Limited production V12 hybrid sports car

The Lamborghini Fenomeno is a mid-engine plug-in hybrid sports car produced by the Italian automobile manufacturer Lamborghini. A total of 29 units were built, all of which were sold before the official presentation.

== History ==

Rear view

On August 16, 2025, Lamborghini Fenomeno was unveiled at 2025 Monterey Car Week to celebrate 20 years of Lamborghini Centro Stile.
The name Fenomeno comes from Italian and means something exceptional, phenomenal and extraordinary.

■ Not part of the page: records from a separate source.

-- Why a value is not there. Grain: one row a reason.
select * from (values
  ('not_recorded',   'not recorded',   'the source has no value, or a token for unknown'),
  ('not_applicable', 'not applicable', 'the question does not arise for this run'),
  ('none',           'none',           'the source says that it did not happen'),
  ('set_aside',      'set aside',      'a value was there and was refused; see the findings of its batch'),
  ('not_carried',    'not carried',    'this source has no such column')
) as t(missing_kind, label, meaning)
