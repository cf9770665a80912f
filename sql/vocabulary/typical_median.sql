-- Where the median of a whole column lies in adults on V-A support, canonical unit. Grain: one row a field. Used to test
-- a declared unit and to guess one in a draft; wide on purpose, so that only a wrong unit leaves it (project choice).
select * from (values
  ('measurement.lactate',          1.0,  15.0), ('measurement.creatinine',     55.0, 500.0), ('measurement.bilirubin_total', 4.0, 90.0),
  ('measurement.glucose',          4.0,  20.0), ('measurement.haemoglobin',    65.0, 150.0), ('measurement.platelets',      50.0, 400.0),
  ('measurement.fibrinogen',       1.0,   7.0), ('measurement.albumin',        12.0,  48.0), ('measurement.urea',            3.0,  35.0),
  ('measurement.pao2',            50.0, 450.0), ('measurement.paco2',          22.0,  80.0), ('measurement.sbp',            50.0, 140.0),
  ('measurement.dbp',             28.0,  95.0), ('measurement.map',            38.0, 105.0), ('measurement.fio2',           0.21,   1.0),
  ('measurement.lvef',             8.0,  60.0), ('measurement.temperature',    30.0,  39.0), ('measurement.sao2',           55.0, 100.0),
  ('measurement.spo2',            55.0, 100.0), ('measurement.lvot_vti',        3.0,  22.0), ('measurement.lateral_s_prime', 2.0,  14.0),
  ('measurement.peak_inspiratory_pressure', 12.0, 40.0),
  ('support_run.weight_kg',       55.0, 115.0), ('person.height_cm',          150.0, 195.0),
  ('weaning_step.lvef_percent',    8.0,  65.0), ('weaning_step.lvot_vti_cm',    3.0,  22.0), ('weaning_step.flow_l_min',     0.5,   5.5),
  ('arrest_episode.low_flow_min', 10.0, 110.0)
) as t(field, low, high)
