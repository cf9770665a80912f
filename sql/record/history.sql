-- One row per run: state known before the acute illness.
create table record.history (
  run_key text primary key,
  chronic_kidney_disease boolean,
  ckd_stage integer check (ckd_stage between 1 and 5),
  dialysis_dependent boolean,
  prior_myocardial_infarction boolean,
  prior_cabg boolean,
  prior_cardiac_surgery boolean,
  prior_stroke boolean,
  congenital_heart_disease boolean,
  heart_transplant_recipient boolean,
  lung_transplant_recipient boolean,
  left_main_disease boolean,
  diabetes boolean,
  hypertension boolean,
  peripheral_artery_disease boolean,
  aortic_regurgitation_grade integer check (aortic_regurgitation_grade between 0 and 4),
  immunosuppressed boolean,
  frailty_scale integer check (frailty_scale between 1 and 9),
  durable_vad_before boolean
);
comment on table record.history is 'One row per run: state before the acute illness';
comment on column record.history.run_key is 'the run';
comment on column record.history.chronic_kidney_disease is 'kidney damage or GFR below 60 for 3 months or more';
comment on column record.history.ckd_stage is 'stage 1 to 5';
comment on column record.history.dialysis_dependent is 'on long-term dialysis';
comment on column record.history.prior_myocardial_infarction is 'earlier myocardial infarction';
comment on column record.history.prior_cabg is 'earlier coronary bypass surgery';
comment on column record.history.prior_cardiac_surgery is 'earlier cardiac surgery of any kind';
comment on column record.history.prior_stroke is 'earlier stroke';
comment on column record.history.congenital_heart_disease is 'congenital heart disease';
comment on column record.history.heart_transplant_recipient is 'had a heart transplant before this run';
comment on column record.history.lung_transplant_recipient is 'had a lung transplant before this run';
comment on column record.history.left_main_disease is 'left main coronary disease';
comment on column record.history.diabetes is 'diabetes';
comment on column record.history.hypertension is 'hypertension';
comment on column record.history.peripheral_artery_disease is 'peripheral artery disease';
comment on column record.history.aortic_regurgitation_grade is 'grade 0 to 4; it worsens distension on support';
comment on column record.history.immunosuppressed is 'immunosuppressed';
comment on column record.history.frailty_scale is 'clinical frailty, 1 to 9';
comment on column record.history.durable_vad_before is 'a durable pump was in place before'
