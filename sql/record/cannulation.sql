-- One row per run: what a source with one row a run says of the cannulation. Detail, where there is any, stands in
-- record.cannula, record.circuit_configuration, record.limb_perfusion and record.monitoring_site.
create table record.cannulation (
  run_key text primary key,
  arterial_return text,
  leg_cannula boolean,
  right_sided_monitoring boolean,
  unloading_at_start boolean,
  technique text
);
comment on table record.cannulation is 'One row per run: cannulation as a source with one row a run states it';
comment on column record.cannulation.run_key is 'the run';
comment on column record.cannulation.arterial_return is 'where arterial blood is returned';
comment on column record.cannulation.leg_cannula is 'a limb backflow cannula was in place; the leg cannula belongs to femoral return';
comment on column record.cannulation.right_sided_monitoring is 'right-sided arterial line or oximetry: only it shows differential hypoxaemia';
comment on column record.cannulation.unloading_at_start is 'the left ventricle was unloaded from the start';
comment on column record.cannulation.technique is 'how the arterial cannula was placed'
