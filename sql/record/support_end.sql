-- One row per run that has ended, or is known to be open.
create table record.support_end (
  run_key text primary key,
  end_h double check (end_h > 0),
  end_kind text not null,
  end_planned boolean,
  decannulation_place text,
  arterial_repair text,
  device_implanted text,
  device_implant_h double,
  transplant_h double,
  withdrawal_reason text,
  death_cause_group text,
  organ_donation boolean,
  open_days integer check (open_days between 0 and 365)
);
comment on table record.support_end is 'How and when support ended';
comment on column record.support_end.run_key is 'the run';
comment on column record.support_end.end_h is 'end of support after hour 0, empty while open; unit h';
comment on column record.support_end.end_kind is 'see vocabulary.end_kind';
comment on column record.support_end.end_planned is 'elective end';
comment on column record.support_end.decannulation_place is 'where the cannulae came out';
comment on column record.support_end.arterial_repair is 'how the artery was closed';
comment on column record.support_end.device_implanted is 'device in place at the end';
comment on column record.support_end.device_implant_h is 'implant after hour 0; unit h';
comment on column record.support_end.transplant_h is 'transplant after hour 0; unit h';
comment on column record.support_end.withdrawal_reason is 'why support was withdrawn';
comment on column record.support_end.death_cause_group is 'cause of death on support';
comment on column record.support_end.organ_donation is 'organs were donated';
comment on column record.support_end.open_days is 'whole days on support at the extract, capped at 365, for open runs; unit d'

== Specifications and performance ==
=== Specifications ===

| Bore and stroke | 95 x 76.4 mm |
| Compression ratio | 12.6 : 1 |
| Max power (international combustion) | 614 kW (824 hp; 835 CV) at 9,250 rpm |
| Max power (hybrid) | 795 kW (1,066 hp; 1,081 CV) |
| Max torque | 725 N⋅m (535 lbf⋅ft) at 6,750 rpm |
| Cooling system | Liquid-cooled |
| Electric motors | Dual flux permanent magnet motors (front and rear) |
| Lubrication system | Dry sump |
| Front track | 1,730 mm (68 in) |
| Rear track | 1,711 mm (67 in) |
| Weight-to-power ratio | 1.66 kg/CV |
| Weight distribution (front-rear) | 43% front, 57% rear |

== Models ==
=== Fenomeno Roadster (2026) ===
On May 10, 2026, Lamborghini unveiled the Fenomeno Roadster, also produced in a limited series of 15 units. The car was sold by Lamborghini for around 5 million euros and the entire series has already been sold.